As mentioned above, even when a large amount of amorphous lining with a high moisture content is used in a blast furnace, by adopting the drainage structure of the present invention, it is possible to shorten the drying period and completely dehydrate the water. It is now possible to prevent the generated drain water from having an adverse effect on the lower brick lining. This opens the door to the use of large quantities of irregularly shaped linings in place of the conventionally commonly used bricks, and will make it possible to further reduce lining costs, save labor, and mechanize lining work in the future. .

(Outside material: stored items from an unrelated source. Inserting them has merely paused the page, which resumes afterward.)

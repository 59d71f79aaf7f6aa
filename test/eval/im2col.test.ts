// im2col straight into the SIMD matrix kernel's tiles (src/eval/im2col.ts im2colTiles) against its definition:
// the column matrix im2col gives, laid out in tiles of nr columns, each tile k-major (element (k, j) at
// t*K*nr + k*nr + l for j = j0 + t*nr + l), lanes past the panel zero. Seeded 1-D, 2-D and 3-D geometries with
// strides, dilations and padding, panels starting mid-grid; then through gemm, where the tiles stand in for the
// packed column matrix: the products are the same bits.
import { describe, expect, it } from 'vitest';
import { im2col, im2colTiles, type Geometry3 } from '../../src/eval/im2col.js';
import { gemm, rowMajor, setSimd, simdOn } from '../../src/eval/gemm.js';
import { randn, rng } from '../helpers/build.js';

function geometry(r: () => number, dims: number): Geometry3 {
  const pick = (lo: number, hi: number) => lo + Math.floor(r() * (hi - lo + 1));
  const axis = (on: boolean) => {
    if (!on) return { n: 1, k: 1, s: 1, d: 1, p: 0, out: 1 };
    const k = pick(1, 3), s = pick(1, 2), d = pick(1, 2), p = pick(0, 2), n = pick(k + d, 9);
    const out = Math.floor((n + 2 * p - d * (k - 1) - 1) / s) + 1;
    return { n, k, s, d, p, out };
  };
  const [D, H, W] = [axis(dims >= 3), axis(dims >= 2), axis(true)];
  return {
    inD: D.n, inH: H.n, inW: W.n, outD: D.out, outH: H.out, outW: W.out, kD: D.k, kH: H.k, kW: W.k,
    sD: D.s, sH: H.s, sW: W.s, dD: D.d, dH: H.d, dW: W.d, pD: D.p, pH: H.p, pW: W.p,
  };
}

describe('im2col into kernel tiles', () => {
  it('lays out the column matrix as the tiles define it, every slot written', () => {
    const r = rng(21);
    for (let trial = 0; trial < 60; trial++) {
      const g = geometry(r, 1 + (trial % 3)), C = 1 + Math.floor(r() * 5), nr = trial % 2 ? 4 : 8;
      const K = C * g.kD * g.kH * g.kW, N = g.outD * g.outH * g.outW;
      const x = Float64Array.from(randn(r, C * g.inD * g.inH * g.inW + 3, 1));
      const xOff = trial % 4 === 0 ? 3 : 0;
      const col = new Float64Array(K * N);
      im2col(x, xOff, C, g, col);
      const j0 = Math.floor(r() * N), nc = 1 + Math.floor(r() * (N - j0));
      const tiles = Math.ceil(nc / nr), at = 5;
      const mem = new Float64Array(at + tiles * K * nr + 4).fill(NaN);
      im2colTiles(x, xOff, C, g, mem, at, j0, nc, nr);
      const want = new Float64Array(mem.length).fill(NaN);
      for (let t = 0; t < tiles; t++) for (let k = 0; k < K; k++) for (let l = 0; l < nr; l++) {
        const j = t * nr + l;
        want[at + t * K * nr + k * nr + l] = j < nc ? col[k * N + j0 + j]! : 0;
      }
      expect(Array.from(mem), `trial ${trial} ${JSON.stringify(g)} C=${C} nr=${nr} j0=${j0} nc=${nc}`).toEqual(Array.from(want));
    }
  });

  it('gemm with the tiles in place of the packed column matrix gives the same bits, float32 and float64', () => {
    expect(simdOn()).toBe(true);
    const r = rng(22);
    for (let trial = 0; trial < 12; trial++) {
      const g = geometry(r, 2 + (trial % 2));
      // some grids past one 512-column panel
      if (trial % 4 === 3) Object.assign(g, { inH: 30, inW: 30, outH: 30, outW: 30, kH: 3, kW: 3, sH: 1, sW: 1, dH: 1, dW: 1, pH: 1, pW: 1, inD: 1, outD: 1, kD: 1, pD: 0 });
      const C = 2 + Math.floor(r() * 12), M = 5 + Math.floor(r() * 40);
      const K = C * g.kD * g.kH * g.kW, N = g.outD * g.outH * g.outW;
      for (const f32 of [false, true]) {
        const x = f32 ? Float32Array.from(randn(r, C * g.inD * g.inH * g.inW, 1)) : Float64Array.from(randn(r, C * g.inD * g.inH * g.inW, 1));
        // float32 weights in a float64 product too (the kernel widens them tile by tile)
        const w = f32 || trial % 3 === 0 ? Float32Array.from(randn(r, M * K, 1)) : Float64Array.from(randn(r, M * K, 1));
        const col = f32 ? new Float32Array(K * N) : new Float64Array(K * N);
        im2col(x, 0, C, g, col);
        const C1 = f32 ? new Float32Array(M * N) : new Float64Array(M * N), C2 = C1.slice();
        gemm(M, N, K, rowMajor(w, 0, K), rowMajor(col, 0, N), C1, 0, N, false);
        const lazy = { ...rowMajor(new Float64Array(0), 0, N), fill: () => { throw new Error('the SIMD path should not need the column matrix'); }, tiles: (mem: Float32Array | Float64Array, at: number, j0: number, nc: number, nr: number) => im2colTiles(x, 0, C, g, mem, at, j0, nc, nr) };
        if (M * N * K >= 512) gemm(M, N, K, rowMajor(w, 0, K), lazy, C2, 0, N, false);
        else C2.set(C1);
        expect(Buffer.from(C2.buffer).equals(Buffer.from(C1.buffer)), `trial ${trial} f32 ${f32} M=${M} N=${N} K=${K}`).toBe(true);
      }
    }
  });

  it('a path without the kernel tiles makes the column matrix first (fill), with the same result', () => {
    const r = rng(23);
    const g = geometry(r, 2), C = 6, M = 9;
    const K = C * g.kD * g.kH * g.kW, N = g.outD * g.outH * g.outW;
    const x = Float64Array.from(randn(r, C * g.inD * g.inH * g.inW, 1)), w = Float64Array.from(randn(r, M * K, 1));
    const col = new Float64Array(K * N), C1 = new Float64Array(M * N), C2 = new Float64Array(M * N);
    setSimd(false);
    try {
      im2col(x, 0, C, g, col);
      gemm(M, N, K, rowMajor(w, 0, K), rowMajor(col, 0, N), C1, 0, N, false);
      const made = new Float64Array(K * N);
      let fills = 0;
      const lazy = { ...rowMajor(made, 0, N), fill: () => { fills++; im2col(x, 0, C, g, made); }, tiles: () => { throw new Error('no tiles without SIMD'); } };
      gemm(M, N, K, rowMajor(w, 0, K), lazy, C2, 0, N, false);
      expect(fills).toBe(1);
      expect(Buffer.from(C2.buffer).equals(Buffer.from(C1.buffer))).toBe(true);
    } finally {
      setSimd(true);
    }
  });
});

[Brief explanation of the drawing]

FIG. 1 is a sectional view of a furnace wall showing one embodiment of the water draining structure of the irregularly shaped blast furnace lining of the present invention. 1: Blast furnace shell, 2: Cooling box nozzle, 3: Cooling box, 4: Irregular lining, 5: Lower brick lining, 6: Drain hole, 7: Socket, 8: Plug, 9: Draining shell, 10 : Fireproof shrink material.

Claims (1)

[Scope of utility model registration request] In blast furnaces that use irregularly shaped linings,
A drainage hole with a plug is provided at the bottom of the cooling box nozzle attached to the blast furnace shell of the irregular lining, and a drainage iron plate is installed at the interface between the irregular lining and the lower brick lining, and a fireproof iron plate is installed at the bottom of the drainage iron plate. A drainage structure for an irregularly shaped blast furnace lining part, characterized in that a shrink material is inserted and the drainage hole is provided at a position on the upper surface of a draining iron plate.